▶ Problem description
Below, find each line holding "ours" and state how many there are, using the number alone.

[Listed records — start]

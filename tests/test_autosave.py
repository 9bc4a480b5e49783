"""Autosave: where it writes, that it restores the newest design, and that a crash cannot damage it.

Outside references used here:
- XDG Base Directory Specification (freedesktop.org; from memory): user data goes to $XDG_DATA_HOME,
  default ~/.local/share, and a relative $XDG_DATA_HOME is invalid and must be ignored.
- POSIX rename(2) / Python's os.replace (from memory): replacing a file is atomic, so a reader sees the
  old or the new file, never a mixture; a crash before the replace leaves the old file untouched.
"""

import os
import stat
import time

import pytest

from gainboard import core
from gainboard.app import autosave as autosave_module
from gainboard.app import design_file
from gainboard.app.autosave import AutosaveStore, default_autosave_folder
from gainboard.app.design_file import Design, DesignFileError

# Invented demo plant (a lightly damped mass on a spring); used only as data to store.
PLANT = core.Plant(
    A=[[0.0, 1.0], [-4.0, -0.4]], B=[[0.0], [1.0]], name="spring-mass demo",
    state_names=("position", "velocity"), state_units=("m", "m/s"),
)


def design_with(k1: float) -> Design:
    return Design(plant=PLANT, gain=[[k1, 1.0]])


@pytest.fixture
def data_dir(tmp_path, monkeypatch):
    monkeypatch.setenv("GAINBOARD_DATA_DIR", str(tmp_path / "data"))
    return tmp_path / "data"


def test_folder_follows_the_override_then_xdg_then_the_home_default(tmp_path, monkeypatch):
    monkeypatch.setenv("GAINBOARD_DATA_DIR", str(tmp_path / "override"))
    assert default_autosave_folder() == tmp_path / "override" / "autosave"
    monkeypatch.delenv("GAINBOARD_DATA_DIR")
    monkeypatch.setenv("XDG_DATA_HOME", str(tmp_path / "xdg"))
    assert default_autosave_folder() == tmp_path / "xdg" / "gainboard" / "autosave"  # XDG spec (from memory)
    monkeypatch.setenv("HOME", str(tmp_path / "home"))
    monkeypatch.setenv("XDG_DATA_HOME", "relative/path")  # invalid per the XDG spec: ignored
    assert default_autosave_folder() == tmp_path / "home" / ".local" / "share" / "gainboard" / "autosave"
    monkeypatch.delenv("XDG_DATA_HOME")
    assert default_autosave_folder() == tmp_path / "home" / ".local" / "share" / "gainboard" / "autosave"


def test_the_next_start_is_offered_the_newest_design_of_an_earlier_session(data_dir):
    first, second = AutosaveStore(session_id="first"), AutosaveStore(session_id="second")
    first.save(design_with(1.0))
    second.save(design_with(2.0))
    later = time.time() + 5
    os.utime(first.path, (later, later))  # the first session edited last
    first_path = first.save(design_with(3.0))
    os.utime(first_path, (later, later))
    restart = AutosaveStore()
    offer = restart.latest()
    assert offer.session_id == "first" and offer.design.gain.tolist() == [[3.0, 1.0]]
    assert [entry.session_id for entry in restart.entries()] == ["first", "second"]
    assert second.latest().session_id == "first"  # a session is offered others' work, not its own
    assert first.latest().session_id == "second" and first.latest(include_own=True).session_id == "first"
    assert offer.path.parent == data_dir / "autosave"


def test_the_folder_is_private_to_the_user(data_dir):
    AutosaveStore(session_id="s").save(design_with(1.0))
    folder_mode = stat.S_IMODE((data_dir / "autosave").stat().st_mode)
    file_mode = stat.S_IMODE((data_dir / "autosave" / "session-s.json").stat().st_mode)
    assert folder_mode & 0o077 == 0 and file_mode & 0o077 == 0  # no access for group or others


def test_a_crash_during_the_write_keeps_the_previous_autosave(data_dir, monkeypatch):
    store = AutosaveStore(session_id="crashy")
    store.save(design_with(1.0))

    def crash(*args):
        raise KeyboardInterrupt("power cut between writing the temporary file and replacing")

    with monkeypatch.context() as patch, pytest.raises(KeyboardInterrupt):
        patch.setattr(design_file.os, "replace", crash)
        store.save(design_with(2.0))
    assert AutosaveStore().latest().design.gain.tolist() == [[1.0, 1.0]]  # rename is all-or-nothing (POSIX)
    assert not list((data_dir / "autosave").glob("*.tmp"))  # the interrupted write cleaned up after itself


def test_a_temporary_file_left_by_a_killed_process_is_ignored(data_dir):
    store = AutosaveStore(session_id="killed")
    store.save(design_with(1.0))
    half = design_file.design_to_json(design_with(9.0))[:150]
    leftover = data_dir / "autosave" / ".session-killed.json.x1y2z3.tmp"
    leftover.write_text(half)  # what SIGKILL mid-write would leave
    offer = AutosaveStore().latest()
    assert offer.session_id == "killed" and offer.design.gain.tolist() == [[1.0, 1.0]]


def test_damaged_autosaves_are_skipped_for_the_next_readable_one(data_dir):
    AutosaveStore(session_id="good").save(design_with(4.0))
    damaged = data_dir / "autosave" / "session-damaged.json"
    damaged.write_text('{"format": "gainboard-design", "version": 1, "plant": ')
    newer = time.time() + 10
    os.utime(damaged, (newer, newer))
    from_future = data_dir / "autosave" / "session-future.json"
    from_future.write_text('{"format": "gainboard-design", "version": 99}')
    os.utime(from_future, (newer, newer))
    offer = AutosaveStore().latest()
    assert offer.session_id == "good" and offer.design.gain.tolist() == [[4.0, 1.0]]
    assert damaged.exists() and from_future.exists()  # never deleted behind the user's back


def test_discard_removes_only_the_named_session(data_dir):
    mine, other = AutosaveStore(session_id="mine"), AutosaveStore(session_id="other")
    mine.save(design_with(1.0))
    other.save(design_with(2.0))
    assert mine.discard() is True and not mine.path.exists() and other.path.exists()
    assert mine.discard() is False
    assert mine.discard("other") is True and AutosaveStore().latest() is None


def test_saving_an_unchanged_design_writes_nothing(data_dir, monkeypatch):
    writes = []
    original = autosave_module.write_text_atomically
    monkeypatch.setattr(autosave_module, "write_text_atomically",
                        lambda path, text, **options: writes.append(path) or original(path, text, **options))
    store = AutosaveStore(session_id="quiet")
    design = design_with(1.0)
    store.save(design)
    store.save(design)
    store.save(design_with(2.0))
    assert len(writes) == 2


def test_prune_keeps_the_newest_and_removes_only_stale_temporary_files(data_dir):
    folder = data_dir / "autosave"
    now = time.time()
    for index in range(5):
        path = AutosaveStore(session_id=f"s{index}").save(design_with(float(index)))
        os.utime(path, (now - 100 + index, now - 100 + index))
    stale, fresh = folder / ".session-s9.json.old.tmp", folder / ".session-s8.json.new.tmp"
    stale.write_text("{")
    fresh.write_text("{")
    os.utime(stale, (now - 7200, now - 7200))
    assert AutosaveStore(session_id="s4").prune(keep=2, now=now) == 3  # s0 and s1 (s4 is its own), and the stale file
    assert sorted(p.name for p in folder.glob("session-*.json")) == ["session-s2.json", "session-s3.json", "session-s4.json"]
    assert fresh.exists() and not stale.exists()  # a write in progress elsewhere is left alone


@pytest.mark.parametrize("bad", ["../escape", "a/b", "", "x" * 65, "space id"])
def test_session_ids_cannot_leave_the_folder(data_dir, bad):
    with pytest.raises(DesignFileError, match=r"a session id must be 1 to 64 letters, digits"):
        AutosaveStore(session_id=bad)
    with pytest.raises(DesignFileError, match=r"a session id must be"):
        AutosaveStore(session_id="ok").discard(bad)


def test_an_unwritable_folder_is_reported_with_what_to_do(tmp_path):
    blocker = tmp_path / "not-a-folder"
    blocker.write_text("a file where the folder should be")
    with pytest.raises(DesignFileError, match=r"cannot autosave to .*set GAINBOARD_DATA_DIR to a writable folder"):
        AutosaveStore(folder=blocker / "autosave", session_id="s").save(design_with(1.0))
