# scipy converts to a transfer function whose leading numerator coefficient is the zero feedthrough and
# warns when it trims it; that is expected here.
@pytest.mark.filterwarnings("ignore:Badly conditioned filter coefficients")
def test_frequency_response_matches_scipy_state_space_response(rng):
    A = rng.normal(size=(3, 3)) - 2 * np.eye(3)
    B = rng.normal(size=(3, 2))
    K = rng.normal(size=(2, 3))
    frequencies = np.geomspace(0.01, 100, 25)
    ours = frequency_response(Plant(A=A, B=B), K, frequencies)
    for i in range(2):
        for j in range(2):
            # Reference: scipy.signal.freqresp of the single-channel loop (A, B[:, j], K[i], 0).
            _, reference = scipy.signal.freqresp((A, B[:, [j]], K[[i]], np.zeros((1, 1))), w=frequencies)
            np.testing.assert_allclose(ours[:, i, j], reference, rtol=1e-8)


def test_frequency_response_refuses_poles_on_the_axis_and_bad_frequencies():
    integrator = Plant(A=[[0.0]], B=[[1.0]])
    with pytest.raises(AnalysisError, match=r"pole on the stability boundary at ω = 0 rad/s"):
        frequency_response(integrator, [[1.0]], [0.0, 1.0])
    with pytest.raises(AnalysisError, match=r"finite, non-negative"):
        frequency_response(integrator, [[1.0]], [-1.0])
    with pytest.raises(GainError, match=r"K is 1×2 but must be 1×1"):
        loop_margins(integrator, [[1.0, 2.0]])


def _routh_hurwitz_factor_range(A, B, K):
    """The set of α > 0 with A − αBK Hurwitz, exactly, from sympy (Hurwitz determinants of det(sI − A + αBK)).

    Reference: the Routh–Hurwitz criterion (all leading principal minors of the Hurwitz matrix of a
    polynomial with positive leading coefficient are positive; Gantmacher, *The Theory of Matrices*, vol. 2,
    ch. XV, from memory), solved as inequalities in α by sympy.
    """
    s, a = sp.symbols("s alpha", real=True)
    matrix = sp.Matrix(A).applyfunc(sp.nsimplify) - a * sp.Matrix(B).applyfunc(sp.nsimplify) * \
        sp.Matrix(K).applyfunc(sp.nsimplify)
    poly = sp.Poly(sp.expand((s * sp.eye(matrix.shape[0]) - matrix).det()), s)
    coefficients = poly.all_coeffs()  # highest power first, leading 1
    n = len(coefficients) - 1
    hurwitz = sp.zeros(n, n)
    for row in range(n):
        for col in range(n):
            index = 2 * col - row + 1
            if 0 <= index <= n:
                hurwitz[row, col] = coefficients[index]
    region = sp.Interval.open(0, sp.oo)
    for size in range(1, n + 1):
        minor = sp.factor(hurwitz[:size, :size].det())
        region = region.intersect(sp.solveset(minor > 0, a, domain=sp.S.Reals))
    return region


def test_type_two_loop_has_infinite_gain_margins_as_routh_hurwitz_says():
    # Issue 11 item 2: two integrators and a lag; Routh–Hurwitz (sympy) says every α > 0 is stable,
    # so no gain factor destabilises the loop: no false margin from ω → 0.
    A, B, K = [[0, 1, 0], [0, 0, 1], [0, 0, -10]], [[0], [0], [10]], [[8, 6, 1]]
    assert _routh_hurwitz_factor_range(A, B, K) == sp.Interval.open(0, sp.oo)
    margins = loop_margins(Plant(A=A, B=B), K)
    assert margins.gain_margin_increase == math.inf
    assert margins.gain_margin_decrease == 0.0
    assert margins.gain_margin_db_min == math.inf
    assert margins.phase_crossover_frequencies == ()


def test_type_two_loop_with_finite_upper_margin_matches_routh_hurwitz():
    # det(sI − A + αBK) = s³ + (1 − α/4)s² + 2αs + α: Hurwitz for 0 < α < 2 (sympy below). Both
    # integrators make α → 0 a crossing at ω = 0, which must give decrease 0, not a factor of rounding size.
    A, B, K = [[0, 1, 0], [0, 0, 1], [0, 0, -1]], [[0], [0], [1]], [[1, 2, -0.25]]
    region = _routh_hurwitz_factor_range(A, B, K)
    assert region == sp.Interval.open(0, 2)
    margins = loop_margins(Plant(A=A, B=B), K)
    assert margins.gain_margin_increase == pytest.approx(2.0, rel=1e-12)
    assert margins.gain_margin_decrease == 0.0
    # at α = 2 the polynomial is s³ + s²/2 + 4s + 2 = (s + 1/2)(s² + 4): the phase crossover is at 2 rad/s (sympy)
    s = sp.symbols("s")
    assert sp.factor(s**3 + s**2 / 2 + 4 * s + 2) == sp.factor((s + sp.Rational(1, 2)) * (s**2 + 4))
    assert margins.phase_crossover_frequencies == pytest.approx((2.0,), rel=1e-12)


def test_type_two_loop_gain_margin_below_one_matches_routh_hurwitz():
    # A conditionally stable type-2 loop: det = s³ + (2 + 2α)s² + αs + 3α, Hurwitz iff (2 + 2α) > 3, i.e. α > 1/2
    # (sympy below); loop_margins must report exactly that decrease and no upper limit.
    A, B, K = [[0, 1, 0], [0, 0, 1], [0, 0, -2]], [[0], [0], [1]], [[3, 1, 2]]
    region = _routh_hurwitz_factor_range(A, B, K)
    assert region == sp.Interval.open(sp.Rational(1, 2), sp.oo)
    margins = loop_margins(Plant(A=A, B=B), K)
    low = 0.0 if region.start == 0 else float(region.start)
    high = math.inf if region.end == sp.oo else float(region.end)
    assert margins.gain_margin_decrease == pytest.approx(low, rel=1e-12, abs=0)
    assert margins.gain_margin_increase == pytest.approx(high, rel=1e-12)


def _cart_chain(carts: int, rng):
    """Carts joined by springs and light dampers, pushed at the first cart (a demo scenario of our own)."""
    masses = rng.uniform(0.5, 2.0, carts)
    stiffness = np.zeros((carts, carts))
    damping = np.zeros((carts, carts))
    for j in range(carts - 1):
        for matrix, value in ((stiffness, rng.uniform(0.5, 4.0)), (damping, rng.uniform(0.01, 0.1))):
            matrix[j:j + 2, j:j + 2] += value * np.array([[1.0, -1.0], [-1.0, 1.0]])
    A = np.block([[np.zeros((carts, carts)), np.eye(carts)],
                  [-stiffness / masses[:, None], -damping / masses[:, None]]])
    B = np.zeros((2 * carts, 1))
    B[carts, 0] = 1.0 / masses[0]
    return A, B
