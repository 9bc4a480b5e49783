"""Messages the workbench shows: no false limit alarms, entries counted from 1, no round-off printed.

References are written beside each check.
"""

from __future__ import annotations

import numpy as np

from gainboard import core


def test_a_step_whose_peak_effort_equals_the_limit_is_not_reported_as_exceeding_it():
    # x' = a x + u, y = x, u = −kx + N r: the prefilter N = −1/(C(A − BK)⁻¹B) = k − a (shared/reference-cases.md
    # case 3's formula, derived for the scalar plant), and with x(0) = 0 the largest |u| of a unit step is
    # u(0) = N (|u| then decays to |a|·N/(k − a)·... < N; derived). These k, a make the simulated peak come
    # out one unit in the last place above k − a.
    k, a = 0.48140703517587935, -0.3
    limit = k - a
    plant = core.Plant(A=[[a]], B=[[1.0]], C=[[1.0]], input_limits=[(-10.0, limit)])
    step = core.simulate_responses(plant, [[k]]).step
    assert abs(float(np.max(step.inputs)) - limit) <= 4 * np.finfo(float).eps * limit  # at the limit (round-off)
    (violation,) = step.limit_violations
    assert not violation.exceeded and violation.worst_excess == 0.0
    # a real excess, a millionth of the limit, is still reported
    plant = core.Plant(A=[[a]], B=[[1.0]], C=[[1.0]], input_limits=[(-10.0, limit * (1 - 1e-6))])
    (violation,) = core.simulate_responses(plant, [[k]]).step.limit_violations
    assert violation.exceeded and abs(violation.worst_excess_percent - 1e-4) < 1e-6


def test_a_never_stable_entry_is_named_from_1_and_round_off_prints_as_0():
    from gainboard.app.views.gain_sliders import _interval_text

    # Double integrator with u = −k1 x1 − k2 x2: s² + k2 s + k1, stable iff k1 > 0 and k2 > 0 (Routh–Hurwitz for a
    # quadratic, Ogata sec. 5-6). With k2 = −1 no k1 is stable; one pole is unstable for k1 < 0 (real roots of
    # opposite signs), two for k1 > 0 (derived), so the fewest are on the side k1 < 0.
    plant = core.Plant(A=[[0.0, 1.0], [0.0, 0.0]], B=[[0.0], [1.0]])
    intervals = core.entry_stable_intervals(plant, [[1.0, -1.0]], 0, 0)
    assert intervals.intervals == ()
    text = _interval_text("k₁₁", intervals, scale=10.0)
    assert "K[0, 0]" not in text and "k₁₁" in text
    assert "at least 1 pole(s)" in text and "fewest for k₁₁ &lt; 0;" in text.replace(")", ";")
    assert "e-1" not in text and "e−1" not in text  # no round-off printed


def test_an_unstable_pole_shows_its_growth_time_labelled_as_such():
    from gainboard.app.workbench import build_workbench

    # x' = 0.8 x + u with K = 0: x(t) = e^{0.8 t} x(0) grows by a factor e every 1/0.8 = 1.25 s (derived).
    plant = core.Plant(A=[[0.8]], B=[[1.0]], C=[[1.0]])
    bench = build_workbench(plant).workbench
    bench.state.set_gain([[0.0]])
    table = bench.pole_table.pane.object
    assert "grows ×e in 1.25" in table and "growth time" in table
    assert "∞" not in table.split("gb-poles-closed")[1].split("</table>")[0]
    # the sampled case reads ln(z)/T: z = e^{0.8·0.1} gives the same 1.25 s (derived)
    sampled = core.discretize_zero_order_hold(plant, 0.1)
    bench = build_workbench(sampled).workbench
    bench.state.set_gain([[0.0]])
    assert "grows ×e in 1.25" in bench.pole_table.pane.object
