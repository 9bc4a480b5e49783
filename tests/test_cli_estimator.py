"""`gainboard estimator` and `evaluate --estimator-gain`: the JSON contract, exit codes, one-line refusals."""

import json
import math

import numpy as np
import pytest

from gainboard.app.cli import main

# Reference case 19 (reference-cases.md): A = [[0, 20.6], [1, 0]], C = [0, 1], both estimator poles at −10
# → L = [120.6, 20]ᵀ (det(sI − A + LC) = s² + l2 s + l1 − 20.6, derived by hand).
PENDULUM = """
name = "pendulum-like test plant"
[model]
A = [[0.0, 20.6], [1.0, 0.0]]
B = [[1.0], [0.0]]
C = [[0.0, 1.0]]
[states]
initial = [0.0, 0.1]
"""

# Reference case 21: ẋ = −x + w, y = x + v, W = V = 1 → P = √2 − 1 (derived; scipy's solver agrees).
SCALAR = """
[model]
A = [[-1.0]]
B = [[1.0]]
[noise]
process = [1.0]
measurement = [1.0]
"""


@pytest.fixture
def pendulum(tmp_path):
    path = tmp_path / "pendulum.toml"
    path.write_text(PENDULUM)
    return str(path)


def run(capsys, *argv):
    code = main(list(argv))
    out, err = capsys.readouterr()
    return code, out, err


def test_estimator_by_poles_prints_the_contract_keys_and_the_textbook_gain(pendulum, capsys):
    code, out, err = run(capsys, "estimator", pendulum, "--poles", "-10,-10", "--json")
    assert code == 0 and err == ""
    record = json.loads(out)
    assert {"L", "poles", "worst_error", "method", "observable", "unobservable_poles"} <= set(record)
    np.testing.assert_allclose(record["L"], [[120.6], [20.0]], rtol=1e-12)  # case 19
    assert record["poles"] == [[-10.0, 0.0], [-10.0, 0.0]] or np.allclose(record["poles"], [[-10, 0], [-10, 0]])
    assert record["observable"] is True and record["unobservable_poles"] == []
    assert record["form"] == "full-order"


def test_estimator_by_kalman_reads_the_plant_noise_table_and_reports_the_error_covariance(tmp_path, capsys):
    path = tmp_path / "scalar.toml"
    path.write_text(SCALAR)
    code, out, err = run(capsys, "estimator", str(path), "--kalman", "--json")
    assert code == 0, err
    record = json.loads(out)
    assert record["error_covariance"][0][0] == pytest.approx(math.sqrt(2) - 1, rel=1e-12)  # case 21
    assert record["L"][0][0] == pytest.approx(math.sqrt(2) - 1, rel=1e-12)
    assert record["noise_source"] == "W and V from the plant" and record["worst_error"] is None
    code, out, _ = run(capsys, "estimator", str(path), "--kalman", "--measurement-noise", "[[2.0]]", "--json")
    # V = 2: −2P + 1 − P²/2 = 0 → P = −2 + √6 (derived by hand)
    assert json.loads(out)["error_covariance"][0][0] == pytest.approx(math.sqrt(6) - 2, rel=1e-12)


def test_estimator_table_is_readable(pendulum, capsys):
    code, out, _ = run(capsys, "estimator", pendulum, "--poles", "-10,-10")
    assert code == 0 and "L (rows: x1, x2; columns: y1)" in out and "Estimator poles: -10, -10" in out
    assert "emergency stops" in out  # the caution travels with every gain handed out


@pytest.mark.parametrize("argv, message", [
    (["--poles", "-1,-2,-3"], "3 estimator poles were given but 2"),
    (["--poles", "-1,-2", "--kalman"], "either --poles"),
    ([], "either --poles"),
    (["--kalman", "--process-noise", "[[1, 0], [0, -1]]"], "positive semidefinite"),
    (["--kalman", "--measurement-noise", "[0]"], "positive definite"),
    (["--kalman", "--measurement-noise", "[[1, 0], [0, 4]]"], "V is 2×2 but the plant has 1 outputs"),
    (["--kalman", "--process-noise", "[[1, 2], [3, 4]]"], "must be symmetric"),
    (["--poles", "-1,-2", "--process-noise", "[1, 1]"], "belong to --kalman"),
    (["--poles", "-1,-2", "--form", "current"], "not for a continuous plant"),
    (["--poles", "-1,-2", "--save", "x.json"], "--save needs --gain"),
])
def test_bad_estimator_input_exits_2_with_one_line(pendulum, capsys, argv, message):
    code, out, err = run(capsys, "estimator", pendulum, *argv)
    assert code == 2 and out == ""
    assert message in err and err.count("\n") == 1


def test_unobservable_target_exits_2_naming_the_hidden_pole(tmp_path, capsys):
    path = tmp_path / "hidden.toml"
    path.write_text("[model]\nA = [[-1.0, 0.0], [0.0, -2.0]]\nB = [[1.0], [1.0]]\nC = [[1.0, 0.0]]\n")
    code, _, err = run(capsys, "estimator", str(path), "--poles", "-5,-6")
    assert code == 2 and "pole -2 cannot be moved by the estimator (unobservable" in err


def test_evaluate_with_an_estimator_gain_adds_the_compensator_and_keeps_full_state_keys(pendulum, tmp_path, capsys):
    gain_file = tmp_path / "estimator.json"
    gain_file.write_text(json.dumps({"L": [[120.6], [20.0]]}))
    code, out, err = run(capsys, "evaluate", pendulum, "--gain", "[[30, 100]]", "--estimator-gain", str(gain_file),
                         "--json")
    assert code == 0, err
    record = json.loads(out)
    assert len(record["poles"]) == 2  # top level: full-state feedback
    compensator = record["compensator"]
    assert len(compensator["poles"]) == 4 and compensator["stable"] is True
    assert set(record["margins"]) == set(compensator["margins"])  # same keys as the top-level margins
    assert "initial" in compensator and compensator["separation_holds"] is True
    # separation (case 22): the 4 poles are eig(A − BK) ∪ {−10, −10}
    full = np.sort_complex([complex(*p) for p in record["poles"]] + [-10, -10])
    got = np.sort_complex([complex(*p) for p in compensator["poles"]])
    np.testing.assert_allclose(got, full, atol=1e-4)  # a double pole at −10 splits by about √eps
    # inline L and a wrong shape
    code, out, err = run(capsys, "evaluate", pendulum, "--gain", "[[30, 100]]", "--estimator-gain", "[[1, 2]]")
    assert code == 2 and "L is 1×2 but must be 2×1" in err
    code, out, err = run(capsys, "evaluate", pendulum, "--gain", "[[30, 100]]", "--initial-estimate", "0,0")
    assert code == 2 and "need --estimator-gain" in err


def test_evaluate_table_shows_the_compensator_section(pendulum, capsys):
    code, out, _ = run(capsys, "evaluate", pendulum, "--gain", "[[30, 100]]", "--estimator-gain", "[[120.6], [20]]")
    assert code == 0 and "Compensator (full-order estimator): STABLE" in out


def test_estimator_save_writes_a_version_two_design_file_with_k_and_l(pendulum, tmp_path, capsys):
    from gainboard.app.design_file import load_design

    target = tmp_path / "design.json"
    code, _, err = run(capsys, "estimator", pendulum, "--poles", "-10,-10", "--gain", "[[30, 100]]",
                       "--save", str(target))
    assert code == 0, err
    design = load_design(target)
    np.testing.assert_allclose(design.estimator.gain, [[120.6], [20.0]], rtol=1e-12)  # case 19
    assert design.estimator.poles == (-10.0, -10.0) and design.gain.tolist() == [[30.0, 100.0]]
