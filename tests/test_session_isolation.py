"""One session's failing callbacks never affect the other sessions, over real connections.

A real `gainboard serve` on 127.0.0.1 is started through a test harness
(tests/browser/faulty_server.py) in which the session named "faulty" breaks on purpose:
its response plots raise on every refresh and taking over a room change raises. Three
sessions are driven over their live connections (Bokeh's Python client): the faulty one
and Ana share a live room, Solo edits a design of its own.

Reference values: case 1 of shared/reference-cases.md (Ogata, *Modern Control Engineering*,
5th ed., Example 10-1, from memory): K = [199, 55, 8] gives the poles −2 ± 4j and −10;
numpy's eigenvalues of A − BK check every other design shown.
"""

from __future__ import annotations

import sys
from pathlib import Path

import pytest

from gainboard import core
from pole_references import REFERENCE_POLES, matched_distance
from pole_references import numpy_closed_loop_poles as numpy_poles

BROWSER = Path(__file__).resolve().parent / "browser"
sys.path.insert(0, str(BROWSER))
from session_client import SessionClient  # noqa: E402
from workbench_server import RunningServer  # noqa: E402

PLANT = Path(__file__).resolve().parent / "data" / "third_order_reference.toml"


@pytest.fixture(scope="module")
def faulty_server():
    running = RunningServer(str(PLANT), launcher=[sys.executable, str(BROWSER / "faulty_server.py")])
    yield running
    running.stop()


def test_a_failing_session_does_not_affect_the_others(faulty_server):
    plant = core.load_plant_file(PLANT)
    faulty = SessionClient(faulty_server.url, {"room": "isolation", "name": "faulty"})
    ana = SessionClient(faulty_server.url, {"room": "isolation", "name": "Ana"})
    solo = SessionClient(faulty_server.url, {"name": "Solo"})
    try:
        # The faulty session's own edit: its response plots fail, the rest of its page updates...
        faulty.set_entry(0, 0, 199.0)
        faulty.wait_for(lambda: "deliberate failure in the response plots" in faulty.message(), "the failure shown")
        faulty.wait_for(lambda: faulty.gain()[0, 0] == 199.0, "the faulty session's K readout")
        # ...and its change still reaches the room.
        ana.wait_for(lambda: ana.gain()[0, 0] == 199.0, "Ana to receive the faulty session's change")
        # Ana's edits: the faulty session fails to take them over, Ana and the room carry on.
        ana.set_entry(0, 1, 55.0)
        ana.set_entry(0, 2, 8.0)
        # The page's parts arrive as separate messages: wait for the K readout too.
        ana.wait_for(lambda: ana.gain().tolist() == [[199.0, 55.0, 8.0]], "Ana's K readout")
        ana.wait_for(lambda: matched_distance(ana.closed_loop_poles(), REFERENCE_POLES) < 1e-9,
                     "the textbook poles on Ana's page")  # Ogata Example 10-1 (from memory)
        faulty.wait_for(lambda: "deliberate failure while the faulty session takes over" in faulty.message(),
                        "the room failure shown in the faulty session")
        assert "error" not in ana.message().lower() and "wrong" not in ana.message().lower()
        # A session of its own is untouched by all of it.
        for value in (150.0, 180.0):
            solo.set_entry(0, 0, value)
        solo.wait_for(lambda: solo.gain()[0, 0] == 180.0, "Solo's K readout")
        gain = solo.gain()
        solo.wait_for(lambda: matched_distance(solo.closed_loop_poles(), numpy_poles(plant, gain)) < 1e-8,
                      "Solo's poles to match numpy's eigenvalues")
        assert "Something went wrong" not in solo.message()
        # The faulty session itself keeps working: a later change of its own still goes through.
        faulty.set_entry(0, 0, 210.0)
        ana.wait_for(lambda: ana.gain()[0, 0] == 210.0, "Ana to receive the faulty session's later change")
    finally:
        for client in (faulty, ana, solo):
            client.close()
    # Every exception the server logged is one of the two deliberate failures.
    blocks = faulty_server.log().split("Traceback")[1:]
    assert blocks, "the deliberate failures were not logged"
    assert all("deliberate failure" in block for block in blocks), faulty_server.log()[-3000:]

[Listed records — finish]

▶ Answer area
2